Gardai 'will protect new structures for checks near Border'
Top officer warns structures need protection
The Taoiseach confirmed for the first time last week that there will be some sort of checking of goods "near the Border"
A senior officer has said gardai will have to protect any structures that might be put in place at the Border in the event of a no-deal Brexit.
The Taoiseach confirmed for the first time last week that there will be some sort of checking of goods "near the Border".
Yesterday the president of the Association of Garda Superintendents, Noel Cunningham, warned that if structures were put in place in the Border region, they could become targets of dissident republicans, and would need to be protected by police on either side of the Border.
Supt Cunningham's association first raised the need for checks on goods in the event of a hard Brexit at its annual conference two years ago.

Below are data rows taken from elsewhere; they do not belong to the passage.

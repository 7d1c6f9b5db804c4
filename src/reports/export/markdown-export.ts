// Markdown exports, for an issue tracker or a mail: the same content as the LaTeX export, the
// pictures as fenced text (the terminal pictures).

import { TOOL_VERSION } from '../../version.js';
import type { CounterexampleModel, ShownValue } from './counterexample-model.js';
import type { CoverageLines } from './latex-export.js';
import type { NotebookModel } from './notebook-model.js';
import { EVIDENCE_NOTE } from './wording.js';

/** Code spans that survive any content: a fence longer than the longest run of backquotes inside. */
function code(s: string): string {
  const runs = s.match(/`+/g) ?? [];
  const fence = '`'.repeat(Math.max(0, ...runs.map((r) => r.length)) + 1);
  return `${fence}${fence.length > 1 || s.startsWith('`') || s.endsWith('`') ? ' ' : ''}${s.replace(/\n/g, ' ')}${fence.length > 1 || s.startsWith('`') || s.endsWith('`') ? ' ' : ''}${fence}`;
}

/** Escape characters Markdown would read as formatting in running text. */
function text(s: string): string {
  return s.replace(/[\\`*_{}[\]<>#|]/g, (c) => `\\${c}`).replace(/\n/g, ' ');
}

function fenced(picture: string): string[] {
  return ['```text', ...picture.split('\n'), '```'];
}

function shown(v: ShownValue): string[] {
  const out = [`- ${code(v.name)} = ${code(v.text)}`];
  if (v.picture) out.push('', ...fenced(v.picture), '');
  return out;
}

export function counterexampleMarkdown(m: CounterexampleModel, coverage: CoverageLines | null = null): string {
  const out = [
    `### Counterexample to ${code(m.id)}`,
    '',
    `> ${text(m.statement)}`,
    '',
    `- **Claim:** ${code(m.claim)}`,
    `- **Expected:** ${m.expect}`,
    `- **Found by:** ${text(m.found)}`,
    `- **Re-checked:** ${text(m.recheck.text)}`,
  ];
  if (coverage) out.push(`- **Verified:** ${text(coverage.exhaustive)}`, `- **Sampled:** ${text(coverage.sampled)} (evidence, not proof)`);
  out.push('', '**The case**', '', ...m.bindings.flatMap(shown));
  if (m.values.length) out.push('', '**Its values**', '', ...m.values.flatMap(shown));
  if (m.sides) out.push('', `The two sides of the claim: ${code(m.sides[0])} and ${code(m.sides[1])}.`);
  if (m.witnesses.length) {
    out.push('', '**Witnesses**', '');
    for (const w of m.witnesses)
      out.push(`- ${code(w.at)} is decided by ${w.bindings ? code(w.bindings) : 'its element'}: ${code(w.value)}`);
  }
  out.push('', `Replay: ${code(m.replay)}`, '', `<sub>exported by hunch ${TOOL_VERSION}</sub>`);
  return out.join('\n') + '\n';
}

export function notebookMarkdown(n: NotebookModel): string {
  const cell = (s: string) => text(s).replace(/\|/g, '\\|');
  const out = [
    `### ${text(n.title)}`,
    '',
    EVIDENCE_NOTE,
    '',
    '| conjecture | expect | latest | verified (exhaustive) | sampled (evidence, not proof) |',
    '|---|---|---|---|---|',
    ...n.entries.map(
      (e) =>
        `| ${code(e.id)} | ${e.expect} | ${e.agrees === false ? `**${cell(e.latest)}**` : cell(e.latest)} | ${cell(e.exhaustive)} | ${cell(e.sampled)} |`,
    ),
    '',
    `<sub>exported by hunch ${TOOL_VERSION} on ${n.generatedAt}</sub>`,
  ];
  return out.join('\n') + '\n';
}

"One of the things we said is that when you get two separate economies, two separate tax regimes, two separate countries operating, one within the European Union and one outside it, that in itself creates opportunities for criminality because everything essentially becomes contraband, on both sides of the Border, because of different pricing, different tax rates etc," he said.
"I notice now that it has been confirmed by the Taoiseach that some level of checking will have to take place, whether it is at the Border or slightly away from the Border or whatever. And the issue that we discussed from the policing perspective [is that] once you create that level of opportunity you will have people who are involved in criminality who will take advantage of it because there will be money to be made."
He said Brexit "may well create huge opportunities for criminality and that's where our concerns are".
"It goes that if you put structures on the Border, those structures have to be protected."
Supt Cunningham said, "if you put a structure in place and that structure then is subject to or may be subject to attack, or not wanted by certain people in the area", the structure will need protection.
"And the only people who can protect it are the guards on one side and police on the other."
He said a Garda presence at the point of checks on goods, whether at the Border or close to it, would depend on the threat level.
"And that is where our expertise comes in. Our intelligence-gathering expertise and our communications with all of our stakeholders, will inform that decision and determine what's going to happen in relation to it."
Asked if he believed a Garda presence would be required at major Border crossings, he said: "The problem is we don't know. This is the issue. We don't know.
"I have no indication of what level of policing plan is being put in place. And we know there are plans being worked on for quite some time now."
However, he added that the Garda organisation had the capacity to respond quickly to unfolding situations, and to deploy personnel where needed. The force worked continually with the Police Service of Northern Ireland.
"The reality of Border policing is that while the main movers and shakers may have accepted the peace process, unfortunately there are many breakaway groups from the republican background. That level of engagement in relation to intelligence gathering has always continued because it is an essential element."
The Garda association has noted a significant increase in ordinary crime along the Border in recent decades, with unpoliced Border crossings creating crime corridors exploited by gangs, including the gangs behind the latest space of ATM thefts in the region.
A no-deal Brexit would provide further opportunities for crime gangs.
Supt Cunningham, who is stationed in Monaghan, said his own district had 106 Border crossings, although many had low volumes of traffic.
He stressed that the prospects for Brexit were still "in limbo".
"Everybody, including myself, wants a situation where you don't have a return to a hard Border, security customs checks, all that type of thing," he said.
"But the reality is that if Brexit occurs - and that is still very much up in the air because you could have a general election in the UK which could change the whole dynamic there - but if it does occur, straight away you have separate customs unions working opposite each other, and that is where the difficulty occurs."
The Taoiseach last week spelled out the consequences of a no-deal Brexit, and confirmed for the first time that it would mean checks of goods and live animals crossing into the Republic, with some checks taking place near the Border. The Government had previously insisted that a hard Border would be avoided.
Sinn Fein has described Border checks - and any hardening of the Border -as "completely unacceptable."